▶ _Brief_: In the records below, find every line that contains "plain" and list it.

::::::::::

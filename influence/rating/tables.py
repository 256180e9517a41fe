"""The rating data files: reading them once, choosing an edition, interpolating a table.

The factor tables live in ``influence/rating/data/*.toml`` with the standard, the clause and a
confidence mark beside every value. This module only reads them; what each number means is
said where it is used.

Example:
    >>> known_editions()
    ('MBE 1st', 'MBE 2nd')
    >>> interpolated(((100.0, 1.40), (1000.0, 1.65)), 550.0)
    1.525
    >>> interpolated(((100.0, 1.40), (1000.0, 1.65)), 20.0)   # held beyond the ends
    1.4
"""

from __future__ import annotations

import functools
import tomllib
from collections.abc import Sequence
from importlib import resources
from typing import Any

import numpy as np

from influence.errors import ModelError

FACTORS_FILE = "mbe.toml"
DISTRIBUTION_FILE = "lrfd_distribution.toml"
POSTING_FILE = "posting.toml"


@functools.cache
def data_file(name: str) -> dict[str, Any]:
    """The parsed data file ``influence/rating/data/NAME`` (read once)."""
    text = (resources.files("influence.rating") / "data" / name).read_text(encoding="utf-8")
    return tomllib.loads(text)


def known_editions() -> tuple[str, ...]:
    """The MBE editions the factor tables know, in file order."""
    return tuple(data_file(FACTORS_FILE)["editions"])


def edition_table(edition: str, source: str = "", item: str = "edition") -> dict[str, Any]:
    """The edition's own tables (legal and permit live-load factors).

    Raises:
        ModelError: for an edition the data do not hold, listing the known ones.
    """
    editions = data_file(FACTORS_FILE)["editions"]
    if edition not in editions:
        raise ModelError(f"unknown edition {edition!r}", source=source, item=item,
                         fix="use one of: " + ", ".join(f'"{e}"' for e in editions))
    table: dict[str, Any] = editions[edition]
    return table


def interpolated(points: Sequence[tuple[float, float]], x: float) -> float:
    """Linear interpolation in a table of (x, value) rows sorted by x, held beyond its ends."""
    xs = np.array([p[0] for p in points], dtype=float)
    values = np.array([p[1] for p in points], dtype=float)
    return round(float(np.interp(x, xs, values)), 12)
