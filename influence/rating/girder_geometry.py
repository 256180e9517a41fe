"""A slab-on-girder cross-section for the AASHTO LRFD 4.6.2.2 distribution factors.

Inputs are in the units the formulas are written in: S, L and de in ft, ts in in, Kg in in^4.
:func:`girder_geometry_from_metric` converts a kN-m model's metres and millimetres (exact:
1 ft = 0.3048 m, 1 in = 25.4 mm). Girders are equally spaced, the deck symmetric: the roadway
runs from barrier face to barrier face, de beyond each exterior web.

Also here: the multiple presence factor m (LRFD Table 3.6.1.1.2-1: 1.20 for one lane confirmed;
1.00, 0.85, 0.65 for two, three, more lanes from memory, unconfirmed), the number of design
lanes (12 ft each, LRFD 3.6.1.1.1) and the range of applicability of the formulas.

Example:
    >>> geometry = GirderGeometry(spacing=8.0, span=60.0, slab_thickness=8.0,
    ...                           stiffness_parameter=500_000.0, girders=5, edge_distance=2.0)
    >>> geometry.roadway_width, design_lanes(geometry)       # 4 x 8 + 2 x 2 = 36 ft
    (36.0, 3)
    >>> multiple_presence(1), multiple_presence(6)
    (1.2, 0.65)
    >>> round(longitudinal_stiffness(8.0, 20_000.0, 40.0, 25.0), 1)   # n (I + A eg^2)
    360000.0
"""

from __future__ import annotations

import math
from dataclasses import dataclass

from influence.errors import ModelError
from influence.rating.impact import FOOT
from influence.rating.tables import DISTRIBUTION_FILE, data_file

INCH = 0.0254
"""Metres in one inch (exact by definition)."""


@dataclass(frozen=True)
class GirderGeometry:
    """The cross-section parameters of the LRFD distribution formulas.

    Attributes:
        spacing: girder spacing S [ft].
        span: span length L [ft].
        slab_thickness: depth of the concrete slab ts [in].
        stiffness_parameter: longitudinal stiffness parameter Kg = n (I + A eg^2) [in^4].
        girders: number of girders Nb.
        edge_distance: de, exterior web centreline to the inside face of the barrier [ft],
            positive when the web is inboard of the barrier face.
        skew: skew angle theta [degrees].
    """

    spacing: float
    span: float
    slab_thickness: float
    stiffness_parameter: float
    girders: int
    edge_distance: float = 0.0
    skew: float = 0.0

    def __post_init__(self) -> None:
        for name in ("spacing", "span", "slab_thickness", "stiffness_parameter"):
            value = getattr(self, name)
            if not (math.isfinite(value) and value > 0.0):
                raise ModelError(f"{name} = {value!r}", item=f"distribution.{name}",
                                 fix="give a positive number")
        if isinstance(self.girders, bool) or not isinstance(self.girders, int) or \
                self.girders < 3:
            raise ModelError(f"girders = {self.girders!r}", item="distribution.girders",
                             fix="give the number of girders, 3 or more (the 4.6.2.2 cases)")
        if not 0.0 <= self.skew < 90.0:
            raise ModelError(f"skew = {self.skew!r} degrees", item="distribution.skew",
                             fix="give the skew angle in degrees, 0 to under 90")
        if not self.roadway_width > 0.0:
            raise ModelError(f"roadway width {self.roadway_width:g} ft", item="distribution",
                             fix="check edge_distance: the barriers leave no roadway")

    @property
    def roadway_width(self) -> float:
        """Width between barrier faces, (Nb - 1) S + 2 de [ft]."""
        return (self.girders - 1) * self.spacing + 2.0 * self.edge_distance

    @property
    def slab_stiffness_ratio(self) -> float:
        """Kg / (12 L ts^3) [-], the stiffness term of the moment and skew formulas."""
        return self.stiffness_parameter / (12.0 * self.span * self.slab_thickness ** 3)


def girder_geometry_from_metric(*, spacing: float, span: float, slab_thickness: float,
                                stiffness_parameter: float, girders: int,
                                edge_distance: float = 0.0, skew: float = 0.0) -> GirderGeometry:
    """A geometry given in a kN-m model's units, converted to the formulas' units.

    Args:
        spacing: S [m].
        span: L [m].
        slab_thickness: ts [mm].
        stiffness_parameter: Kg [mm^4].
        girders: Nb.
        edge_distance: de [m].
        skew: theta [degrees].

    Example:
        >>> g = girder_geometry_from_metric(spacing=2.4384, span=18.288, slab_thickness=203.2,
        ...                                 stiffness_parameter=0.416231426e12, girders=5)
        >>> round(g.spacing, 9), round(g.span, 9), round(g.slab_thickness, 9)
        (8.0, 60.0, 8.0)
        >>> round(g.stiffness_parameter)
        1000000
    """
    inch_mm = INCH * 1000.0
    return GirderGeometry(spacing / FOOT, span / FOOT, slab_thickness / inch_mm,
                          stiffness_parameter / inch_mm ** 4, girders, edge_distance / FOOT, skew)


def longitudinal_stiffness(modular_ratio: float, inertia: float, area: float,
                           eccentricity: float) -> float:
    """Kg = n (I + A eg^2) (LRFD Eq. 4.6.2.2.1-1, from memory, unconfirmed).

    Args:
        modular_ratio: n = E_beam / E_deck [-].
        inertia: I of the beam alone [length^4].
        area: A of the beam alone [length^2].
        eccentricity: eg, between the centroids of beam and deck [length].

    Returns:
        Kg [length^4, in the units given].
    """
    return modular_ratio * (inertia + area * eccentricity ** 2)


def multiple_presence(lanes: int) -> float:
    """m for a number of loaded lanes (LRFD Table 3.6.1.1.2-1)."""
    if lanes < 1:
        raise ModelError(f"{lanes} loaded lanes", item="lanes", fix="load one lane or more")
    rows = data_file(DISTRIBUTION_FILE)["multiple_presence"]
    return float(rows[min(lanes, len(rows)) - 1]["factor"])


def design_lanes(geometry: GirderGeometry) -> int:
    """Number of 12-ft design lanes on the roadway, at least one (LRFD 3.6.1.1.1)."""
    width = data_file(DISTRIBUTION_FILE)["wheels"]["lane_width_ft"]
    return max(1, math.floor(geometry.roadway_width / width + 1e-9))


def check_range(geometry: GirderGeometry, use: str) -> None:
    """Refuse a geometry outside the formulas' range of applicability for ``use``.

    Args:
        geometry: the cross-section.
        use: "moment", "shear", "skew" or "exterior".

    Raises:
        ModelError: naming the quantity, its value and the range.
    """
    for row in data_file(DISTRIBUTION_FILE)["range"]:
        if use not in row["applies_to"]:
            continue
        value = float(getattr(geometry, row["key"]))
        low = row.get("low", -math.inf)
        high = row.get("high", math.inf)
        if row["key"] == "girders":
            low = 3.0  # Nb = 3 has its own rule (lever rule, or the lesser of the two)
        if not low <= value <= high:
            limits = f"{row['low']:g} to {row['high']:g}" if "high" in row else (
                f"at least {row['low']:g}")
            raise ModelError(
                f"{row['quantity']} = {value:g} is outside the range {limits} of the LRFD "
                f"4.6.2.2 {use} formulas", item=f"distribution.{row['key']}",
                fix="use a refined analysis or give the distribution factor as a number")
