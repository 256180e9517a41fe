"""LRFR condition factor phi_c and system factor phi_s, and their product's lower limit 0.85.

phi_c by the member's condition (MBE Table 6A.4.2.3-1) and phi_s by the superstructure type
(MBE Table 6A.4.2.4-1) are recalled (from memory, unconfirmed); phi_s = 1.0 when rating shear
(from memory, unconfirmed). The lower limit phi_c phi_s >= 0.85 is confirmed (M. A. Khan,
*Bridge and Highway Structure Rehabilitation and Repair*, McGraw-Hill 2010, ch. 5 p. 187).

Example:
    >>> condition_factor("fair"), condition_factor(4)     # a word or an NBI rating 0-9
    (0.95, 0.85)
    >>> system_factor("welded members in two-girder, truss or arch bridges")
    0.85
    >>> system_factor("welded members in two-girder, truss or arch bridges", response="shear")
    1.0
    >>> combined_member_factor(0.85, 0.85)     # 0.7225 raised to the floor
    (0.85, True)
    >>> combined_member_factor(1.0, 0.9)
    (0.9, False)
"""

from __future__ import annotations

from influence.errors import ModelError
from influence.rating.tables import FACTORS_FILE, data_file


def condition_factor(condition: str | int, source: str = "",
                     item: str = "rating.condition_factor") -> float:
    """phi_c for a condition word ("good", "satisfactory", "fair", "poor") or NBI rating 0-9.

    Raises:
        ModelError: for an unknown word or a rating outside 0-9.
    """
    rows = data_file(FACTORS_FILE)["condition"]
    if isinstance(condition, bool) or not isinstance(condition, str | int):
        raise ModelError(f"condition {condition!r}", source=source, item=item,
                         fix="give a factor, a condition word or an NBI rating 0-9")
    if isinstance(condition, int):
        if not 0 <= condition <= 9:
            raise ModelError(f"NBI condition rating {condition} is outside 0-9", source=source,
                             item=item, fix="give the superstructure condition rating, 0 to 9")
        return float(max((r for r in rows if r["rating"] <= condition),
                         key=lambda r: r["rating"])["factor"])
    for row in rows:
        if row["name"] == condition:
            return float(row["factor"])
    raise ModelError(f"unknown condition {condition!r}", source=source, item=item,
                     fix="use one of: " + ", ".join(f'"{r["name"]}"' for r in rows))


def system_kinds() -> tuple[str, ...]:
    """The superstructure types of the system-factor table."""
    return tuple(row["name"] for row in data_file(FACTORS_FILE)["system"]["kind"])


def system_factor(kind: str, response: str = "moment", source: str = "",
                  item: str = "rating.system_factor") -> float:
    """phi_s for a superstructure type; 1.0 for shear.

    Raises:
        ModelError: for a type the table does not hold, listing them.
    """
    table = data_file(FACTORS_FILE)["system"]
    for row in table["kind"]:
        if row["name"] == kind:
            return float(table["shear"]) if response == "shear" else float(row["factor"])
    raise ModelError(f"unknown superstructure type {kind!r}", source=source, item=item,
                     fix="give a factor or one of: " + "; ".join(f'"{k}"' for k in system_kinds()))


def combined_member_factor(condition: float, system: float) -> tuple[float, bool]:
    """phi_c phi_s with its lower limit, and whether the limit was applied.

    Args:
        condition: phi_c [-].
        system: phi_s [-].

    Returns:
        (max(phi_c phi_s, 0.85), True when the floor raised the product).
    """
    floor = float(data_file(FACTORS_FILE)["system"]["floor"])
    product = condition * system
    return (floor, True) if product < floor else (round(product, 12), False)
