"""Load rating, posting and permit checks on plain numbers (AASHTO MBE: LRFR, LFR, ASR)."""
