"""Load rating, posting and permit checks on plain numbers (AASHTO MBE: LRFR, LFR, ASR).

This package knows the rating equations, the factor tables (data files keyed by MBE edition,
each value with its clause and confidence mark), the posting rules, the AASHTO LRFD
distribution factors for slab-on-girder bridges and the ``[rating]`` and ``[[capacity]]``
tables of a model file. What it exports takes effects as plain numbers and imports nothing of
the structural model, so any source of effects can feed it. The exact effects are wired to it by
:func:`influence.rating.run.rate` (every section, capacity, vehicle and level of a model file)
and :func:`influence.rating.permit_check.check_permit` (one permit vehicle), imported from their
modules.

Example (an LRFR legal-load rating and the posting it leads to):
    >>> from influence.rating import SectionEffects, legal_live_load_factor, lrfr_rating, posting
    >>> gamma = legal_live_load_factor("MBE 2nd", 3000.0).factor      # 1.375
    >>> effects = SectionEffects("positive", dead_components=900.0, live=600.0)
    >>> result = lrfr_rating(effects, nominal=2000.0, resistance_factor=1.0,
    ...                      dead_components_factor=1.25, dead_wearing_factor=1.5,
    ...                      live_factor=gamma, impact=0.33, level="legal")
    >>> round(result.rating_factor, 4)          # (2000 - 1125) / (1.375 x 600 x 1.33)
    0.7974
    >>> posting(result.rating_factor, 25.0, increment=1.0).load      # Type 3, 25 tons
    17.0
"""

from influence.rating.capacity import Capacity, capacities, capacity_at, check_on_structure
from influence.rating.distribution import (
    DistributionFactors,
    distribution_factors,
    fatigue_distribution,
    permit_distribution,
)
from influence.rating.equations import asr_rating, lfr_rating, lrfr_rating, lrfr_service_rating
from influence.rating.girder_geometry import GirderGeometry, girder_geometry_from_metric
from influence.rating.impact import lfr_impact, lrfr_impact
from influence.rating.live_factors import (
    PermitCrossing,
    legal_live_load_factor,
    permit_live_load_factor,
)
from influence.rating.load_factors import allowable_factors, limit_state_factors, limit_states
from influence.rating.member_factors import combined_member_factor, condition_factor, system_factor
from influence.rating.posting import (
    emergency_vehicle_limits,
    posting,
    rating_tons,
    single_unit_posting,
)
from influence.rating.result import RatingResult, SectionEffects
from influence.rating.section_rating import distribution_for, rate_section
from influence.rating.settings import GirderDistribution, RatingSettings, rating_settings
from influence.rating.tables import known_editions

__all__ = [
    "Capacity",
    "DistributionFactors",
    "GirderDistribution",
    "GirderGeometry",
    "PermitCrossing",
    "RatingResult",
    "RatingSettings",
    "SectionEffects",
    "allowable_factors",
    "asr_rating",
    "capacities",
    "capacity_at",
    "check_on_structure",
    "combined_member_factor",
    "condition_factor",
    "distribution_factors",
    "distribution_for",
    "emergency_vehicle_limits",
    "fatigue_distribution",
    "girder_geometry_from_metric",
    "known_editions",
    "legal_live_load_factor",
    "lfr_impact",
    "lfr_rating",
    "limit_state_factors",
    "limit_states",
    "lrfr_impact",
    "lrfr_rating",
    "lrfr_service_rating",
    "permit_distribution",
    "permit_live_load_factor",
    "posting",
    "rate_section",
    "rating_settings",
    "rating_tons",
    "single_unit_posting",
    "system_factor",
]
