===========================  ====================================================
form                         meaning
===========================  ====================================================
``a if cond else b``         ``a`` where ``cond`` is true, else ``b`` (pointwise;
                             both branches are evaluated everywhere)
``a or b``, ``a and b``      logical or / and; every part is evaluated
``not a``                    logical not
``<  <=  >  >=  ==  !=``     comparisons; chains such as ``0 < x < 1`` allowed
``a + b``, ``a - b``         sum, difference
``a * b``, ``a / b``         product, quotient
``+a``, ``-a``               unary plus, minus
``a ^ b``, ``a ** b``        power, right-associative: ``2^3^2`` is ``2^9`` and
                             ``-x^2`` is ``-(x^2)``
``f(a, ...)``                a function from the table below
``( a )``                    grouping
``1``, ``2.5``, ``1e-3``     real numbers
``x``, ``y``, ``z``          coordinates (``dim=1``: ``x``; ``dim=2``: ``x, y``)
``pi``, ``e``                the constants pi and Euler's number
user names                   the entries of ``constants=``
===========================  ====================================================

Comparisons and ``and``/``or``/``not`` give 1.0 for true and 0.0 for false; as
a condition, any non-zero value counts as true.  ``^`` means power, not the
bitwise exclusive or of Python: before parsing, every ``^`` operator token is
rewritten to ``**`` (found with the tokenizer, so positions in messages still
refer to the text as written), which gives ``^`` the precedence of ``**``.

Functions (arguments in radians where angles are meant):

==========  =========  ==============================================
name        arguments  value
==========  =========  ==============================================
``sin``     1          sine
``cos``     1          cosine
``tan``     1          tangent
``asin``    1          inverse sine, in [-pi/2, pi/2]
``acos``    1          inverse cosine, in [0, pi]
``atan``    1          inverse tangent, in (-pi/2, pi/2)
``atan2``   2          ``atan2(b, a)``: angle of the point (a, b)
``sinh``    1          hyperbolic sine
``cosh``    1          hyperbolic cosine
``tanh``    1          hyperbolic tangent
``exp``     1          exponential
``log``     1          natural logarithm
``log10``   1          logarithm to base 10
``sqrt``    1          square root
``abs``     1          absolute value
``floor``   1          largest integer not above the argument
``ceil``    1          smallest integer not below the argument
``min``     2 or more  pointwise minimum of the arguments
``max``     2 or more  pointwise maximum of the arguments
==========  =========  ==============================================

::::::::::

▶ _Task solution_:
"""Load rating, posting and permit checks on plain numbers (AASHTO MBE: LRFR, LFR, ASR)."""
"""Load rating, posting and permit checks on plain numbers (AASHTO MBE: LRFR, LFR, ASR).
tables of a model file. What it exports takes effects as plain numbers and imports nothing of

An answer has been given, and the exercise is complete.